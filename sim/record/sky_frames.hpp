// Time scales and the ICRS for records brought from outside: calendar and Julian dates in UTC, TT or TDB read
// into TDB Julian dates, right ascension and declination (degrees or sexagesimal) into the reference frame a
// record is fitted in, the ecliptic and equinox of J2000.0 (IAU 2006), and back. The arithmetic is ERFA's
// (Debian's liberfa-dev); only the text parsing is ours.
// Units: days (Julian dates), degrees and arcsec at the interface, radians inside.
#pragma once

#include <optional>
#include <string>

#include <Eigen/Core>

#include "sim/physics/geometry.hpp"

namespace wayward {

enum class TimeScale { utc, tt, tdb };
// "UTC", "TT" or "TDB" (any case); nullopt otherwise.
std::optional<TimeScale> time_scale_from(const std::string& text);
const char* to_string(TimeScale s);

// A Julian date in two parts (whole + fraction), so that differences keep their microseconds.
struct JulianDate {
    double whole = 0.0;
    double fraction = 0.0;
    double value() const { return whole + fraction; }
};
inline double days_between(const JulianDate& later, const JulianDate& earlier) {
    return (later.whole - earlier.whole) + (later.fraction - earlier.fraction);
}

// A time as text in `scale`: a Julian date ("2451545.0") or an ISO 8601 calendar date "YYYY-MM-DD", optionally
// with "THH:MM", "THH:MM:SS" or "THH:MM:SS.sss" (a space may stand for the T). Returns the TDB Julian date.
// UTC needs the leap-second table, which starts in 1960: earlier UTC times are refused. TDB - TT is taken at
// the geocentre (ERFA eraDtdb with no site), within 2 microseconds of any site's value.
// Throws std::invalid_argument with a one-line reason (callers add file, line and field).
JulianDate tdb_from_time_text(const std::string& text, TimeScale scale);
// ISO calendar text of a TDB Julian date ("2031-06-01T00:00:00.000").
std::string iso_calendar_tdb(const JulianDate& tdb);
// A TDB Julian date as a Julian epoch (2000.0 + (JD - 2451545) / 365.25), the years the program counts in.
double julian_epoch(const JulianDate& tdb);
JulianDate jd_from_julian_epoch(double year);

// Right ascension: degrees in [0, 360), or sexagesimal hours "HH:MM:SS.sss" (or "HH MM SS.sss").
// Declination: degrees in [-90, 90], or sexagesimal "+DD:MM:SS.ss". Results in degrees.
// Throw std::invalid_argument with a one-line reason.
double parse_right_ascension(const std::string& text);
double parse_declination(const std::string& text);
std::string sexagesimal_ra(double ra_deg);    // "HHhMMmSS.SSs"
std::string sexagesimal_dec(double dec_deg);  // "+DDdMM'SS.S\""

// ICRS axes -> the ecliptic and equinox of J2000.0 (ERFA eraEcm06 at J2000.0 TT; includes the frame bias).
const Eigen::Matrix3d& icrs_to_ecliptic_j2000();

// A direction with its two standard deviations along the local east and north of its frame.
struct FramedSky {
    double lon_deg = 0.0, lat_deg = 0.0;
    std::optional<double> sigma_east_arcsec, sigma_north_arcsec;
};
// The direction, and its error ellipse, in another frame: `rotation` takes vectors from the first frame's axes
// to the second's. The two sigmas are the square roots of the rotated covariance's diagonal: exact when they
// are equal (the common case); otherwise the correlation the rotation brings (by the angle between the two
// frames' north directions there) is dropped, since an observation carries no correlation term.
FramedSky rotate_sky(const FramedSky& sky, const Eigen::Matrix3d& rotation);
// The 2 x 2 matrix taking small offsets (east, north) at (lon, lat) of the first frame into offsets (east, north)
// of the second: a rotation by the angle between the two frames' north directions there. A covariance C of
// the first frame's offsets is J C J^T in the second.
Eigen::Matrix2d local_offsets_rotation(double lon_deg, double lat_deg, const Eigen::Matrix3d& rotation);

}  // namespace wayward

──────

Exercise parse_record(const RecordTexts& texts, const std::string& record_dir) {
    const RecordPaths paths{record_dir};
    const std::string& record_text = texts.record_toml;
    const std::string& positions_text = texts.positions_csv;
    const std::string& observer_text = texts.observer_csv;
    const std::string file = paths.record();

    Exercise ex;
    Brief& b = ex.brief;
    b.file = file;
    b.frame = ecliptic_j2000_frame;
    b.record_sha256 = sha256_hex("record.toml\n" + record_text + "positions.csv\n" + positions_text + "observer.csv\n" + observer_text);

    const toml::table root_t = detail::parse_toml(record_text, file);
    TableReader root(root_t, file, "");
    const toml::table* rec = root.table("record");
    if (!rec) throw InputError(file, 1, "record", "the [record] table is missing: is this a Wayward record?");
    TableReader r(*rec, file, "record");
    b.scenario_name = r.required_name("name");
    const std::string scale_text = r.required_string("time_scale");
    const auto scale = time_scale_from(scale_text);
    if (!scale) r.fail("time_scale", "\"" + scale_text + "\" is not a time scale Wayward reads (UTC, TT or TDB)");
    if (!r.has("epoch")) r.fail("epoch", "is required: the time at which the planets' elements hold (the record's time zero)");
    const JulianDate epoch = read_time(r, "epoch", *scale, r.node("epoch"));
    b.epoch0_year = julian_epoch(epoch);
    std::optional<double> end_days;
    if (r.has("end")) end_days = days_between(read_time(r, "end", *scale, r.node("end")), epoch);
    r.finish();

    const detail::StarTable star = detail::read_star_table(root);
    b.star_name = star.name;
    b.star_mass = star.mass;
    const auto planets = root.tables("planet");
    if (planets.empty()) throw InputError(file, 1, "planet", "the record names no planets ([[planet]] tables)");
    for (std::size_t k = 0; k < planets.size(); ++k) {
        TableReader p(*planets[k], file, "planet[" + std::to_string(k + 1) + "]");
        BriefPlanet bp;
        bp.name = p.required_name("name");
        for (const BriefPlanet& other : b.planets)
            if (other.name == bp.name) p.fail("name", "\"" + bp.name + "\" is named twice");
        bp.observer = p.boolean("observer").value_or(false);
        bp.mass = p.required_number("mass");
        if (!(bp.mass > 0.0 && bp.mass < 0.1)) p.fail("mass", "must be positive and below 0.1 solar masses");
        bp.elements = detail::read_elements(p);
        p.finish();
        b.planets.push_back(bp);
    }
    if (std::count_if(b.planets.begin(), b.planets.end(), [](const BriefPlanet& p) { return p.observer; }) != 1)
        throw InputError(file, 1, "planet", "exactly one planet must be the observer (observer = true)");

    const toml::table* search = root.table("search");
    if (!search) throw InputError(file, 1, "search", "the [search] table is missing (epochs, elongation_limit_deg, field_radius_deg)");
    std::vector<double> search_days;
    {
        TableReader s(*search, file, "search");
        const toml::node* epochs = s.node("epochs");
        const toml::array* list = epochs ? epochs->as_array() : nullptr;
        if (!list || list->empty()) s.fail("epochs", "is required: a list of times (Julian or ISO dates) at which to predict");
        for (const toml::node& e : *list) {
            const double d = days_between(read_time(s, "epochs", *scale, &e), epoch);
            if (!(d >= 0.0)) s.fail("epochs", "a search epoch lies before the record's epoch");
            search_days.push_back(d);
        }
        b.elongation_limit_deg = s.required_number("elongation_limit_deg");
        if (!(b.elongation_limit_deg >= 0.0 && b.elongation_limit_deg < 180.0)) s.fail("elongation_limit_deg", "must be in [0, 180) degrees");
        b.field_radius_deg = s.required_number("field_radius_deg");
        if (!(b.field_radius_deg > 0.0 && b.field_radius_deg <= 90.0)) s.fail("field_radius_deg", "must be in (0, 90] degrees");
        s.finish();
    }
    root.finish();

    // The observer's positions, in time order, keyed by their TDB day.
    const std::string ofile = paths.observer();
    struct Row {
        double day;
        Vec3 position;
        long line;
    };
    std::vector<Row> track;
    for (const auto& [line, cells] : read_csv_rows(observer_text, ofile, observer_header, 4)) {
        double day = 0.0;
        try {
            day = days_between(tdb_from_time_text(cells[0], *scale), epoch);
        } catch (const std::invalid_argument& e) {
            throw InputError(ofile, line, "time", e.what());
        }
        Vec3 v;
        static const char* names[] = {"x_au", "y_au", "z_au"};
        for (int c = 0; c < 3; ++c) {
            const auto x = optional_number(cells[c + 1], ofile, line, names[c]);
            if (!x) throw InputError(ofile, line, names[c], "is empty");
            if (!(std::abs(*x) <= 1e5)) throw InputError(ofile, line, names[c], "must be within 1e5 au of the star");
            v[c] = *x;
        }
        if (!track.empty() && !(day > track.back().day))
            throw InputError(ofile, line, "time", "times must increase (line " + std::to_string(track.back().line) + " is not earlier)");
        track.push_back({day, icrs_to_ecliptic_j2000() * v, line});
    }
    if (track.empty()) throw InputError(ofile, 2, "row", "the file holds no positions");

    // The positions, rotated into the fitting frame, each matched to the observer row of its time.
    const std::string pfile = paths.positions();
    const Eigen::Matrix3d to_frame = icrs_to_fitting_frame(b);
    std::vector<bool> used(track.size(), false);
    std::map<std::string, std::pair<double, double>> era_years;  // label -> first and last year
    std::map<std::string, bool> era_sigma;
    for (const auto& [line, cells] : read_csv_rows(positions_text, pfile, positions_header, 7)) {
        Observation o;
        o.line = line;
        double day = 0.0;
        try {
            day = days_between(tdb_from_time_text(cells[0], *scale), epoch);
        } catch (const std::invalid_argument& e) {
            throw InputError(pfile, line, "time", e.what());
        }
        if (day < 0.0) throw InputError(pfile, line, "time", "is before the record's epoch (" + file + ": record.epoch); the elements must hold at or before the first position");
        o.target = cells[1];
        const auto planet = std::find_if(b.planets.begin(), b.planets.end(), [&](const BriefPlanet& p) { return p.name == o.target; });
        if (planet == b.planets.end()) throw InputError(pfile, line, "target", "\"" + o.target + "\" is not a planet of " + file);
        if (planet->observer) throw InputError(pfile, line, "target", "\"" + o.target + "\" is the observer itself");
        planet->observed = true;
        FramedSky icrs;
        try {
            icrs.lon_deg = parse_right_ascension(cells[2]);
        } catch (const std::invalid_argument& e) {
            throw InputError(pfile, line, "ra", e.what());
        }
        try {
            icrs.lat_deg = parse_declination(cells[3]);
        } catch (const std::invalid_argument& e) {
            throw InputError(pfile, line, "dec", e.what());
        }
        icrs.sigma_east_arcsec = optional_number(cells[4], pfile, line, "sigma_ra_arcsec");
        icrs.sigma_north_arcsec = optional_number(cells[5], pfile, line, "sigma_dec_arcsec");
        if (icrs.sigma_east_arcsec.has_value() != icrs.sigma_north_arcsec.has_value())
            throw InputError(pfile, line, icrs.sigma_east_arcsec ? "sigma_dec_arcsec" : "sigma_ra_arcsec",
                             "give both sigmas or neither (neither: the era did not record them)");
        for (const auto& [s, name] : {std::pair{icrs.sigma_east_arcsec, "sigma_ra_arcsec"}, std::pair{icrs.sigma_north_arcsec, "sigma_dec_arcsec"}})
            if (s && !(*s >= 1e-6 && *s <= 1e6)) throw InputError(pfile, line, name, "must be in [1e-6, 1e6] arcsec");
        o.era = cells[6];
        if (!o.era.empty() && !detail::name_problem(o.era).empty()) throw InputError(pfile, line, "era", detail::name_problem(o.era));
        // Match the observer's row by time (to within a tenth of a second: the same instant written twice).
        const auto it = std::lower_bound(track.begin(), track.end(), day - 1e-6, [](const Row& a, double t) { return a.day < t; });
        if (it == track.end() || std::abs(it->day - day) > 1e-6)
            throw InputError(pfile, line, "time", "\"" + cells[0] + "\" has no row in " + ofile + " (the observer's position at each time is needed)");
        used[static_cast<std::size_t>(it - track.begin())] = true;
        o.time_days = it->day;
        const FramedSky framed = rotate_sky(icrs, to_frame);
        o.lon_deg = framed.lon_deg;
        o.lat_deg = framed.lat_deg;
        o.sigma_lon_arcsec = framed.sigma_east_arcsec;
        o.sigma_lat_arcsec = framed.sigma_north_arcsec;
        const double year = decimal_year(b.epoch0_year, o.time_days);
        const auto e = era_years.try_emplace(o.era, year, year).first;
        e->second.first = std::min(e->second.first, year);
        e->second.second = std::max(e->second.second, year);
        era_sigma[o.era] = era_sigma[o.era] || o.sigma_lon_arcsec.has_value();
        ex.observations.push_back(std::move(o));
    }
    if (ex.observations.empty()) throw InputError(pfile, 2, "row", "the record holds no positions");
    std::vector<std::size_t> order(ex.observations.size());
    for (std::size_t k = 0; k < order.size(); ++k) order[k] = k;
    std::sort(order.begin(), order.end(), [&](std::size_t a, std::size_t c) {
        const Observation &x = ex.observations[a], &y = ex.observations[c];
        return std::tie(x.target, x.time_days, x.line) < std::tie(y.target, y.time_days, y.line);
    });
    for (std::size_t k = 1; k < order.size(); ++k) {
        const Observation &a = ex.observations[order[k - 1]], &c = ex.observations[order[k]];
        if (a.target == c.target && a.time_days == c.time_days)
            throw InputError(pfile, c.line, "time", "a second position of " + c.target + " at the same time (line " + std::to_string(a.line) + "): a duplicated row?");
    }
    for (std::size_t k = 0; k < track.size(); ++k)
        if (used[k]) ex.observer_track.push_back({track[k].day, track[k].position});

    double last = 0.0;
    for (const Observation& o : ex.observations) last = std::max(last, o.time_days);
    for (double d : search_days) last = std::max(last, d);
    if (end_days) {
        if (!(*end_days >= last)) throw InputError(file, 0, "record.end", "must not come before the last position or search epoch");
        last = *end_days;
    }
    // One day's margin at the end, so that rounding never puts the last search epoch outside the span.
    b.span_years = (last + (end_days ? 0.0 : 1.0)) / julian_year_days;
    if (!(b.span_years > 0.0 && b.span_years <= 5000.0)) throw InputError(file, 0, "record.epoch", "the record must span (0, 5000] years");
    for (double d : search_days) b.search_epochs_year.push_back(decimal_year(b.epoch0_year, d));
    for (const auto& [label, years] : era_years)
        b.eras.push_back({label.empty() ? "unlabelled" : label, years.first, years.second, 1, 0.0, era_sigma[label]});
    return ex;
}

──────

Out of the data above, transcribe exactly and only the lines starting with the line that has "filename sim/record/sky_frames.hpp" and going on through the line that has "parsing is ours.", both included.

## [Solution for this task]
filename sim/record/sky_frames.hpp
// Time scales and the ICRS for records brought from outside: calendar and Julian dates in UTC, TT or TDB read
// into TDB Julian dates, right ascension and declination (degrees or sexagesimal) into the reference frame a
// record is fitted in, the ecliptic and equinox of J2000.0 (IAU 2006), and back. The arithmetic is ERFA's
// (Debian's liberfa-dev); only the text parsing is ours.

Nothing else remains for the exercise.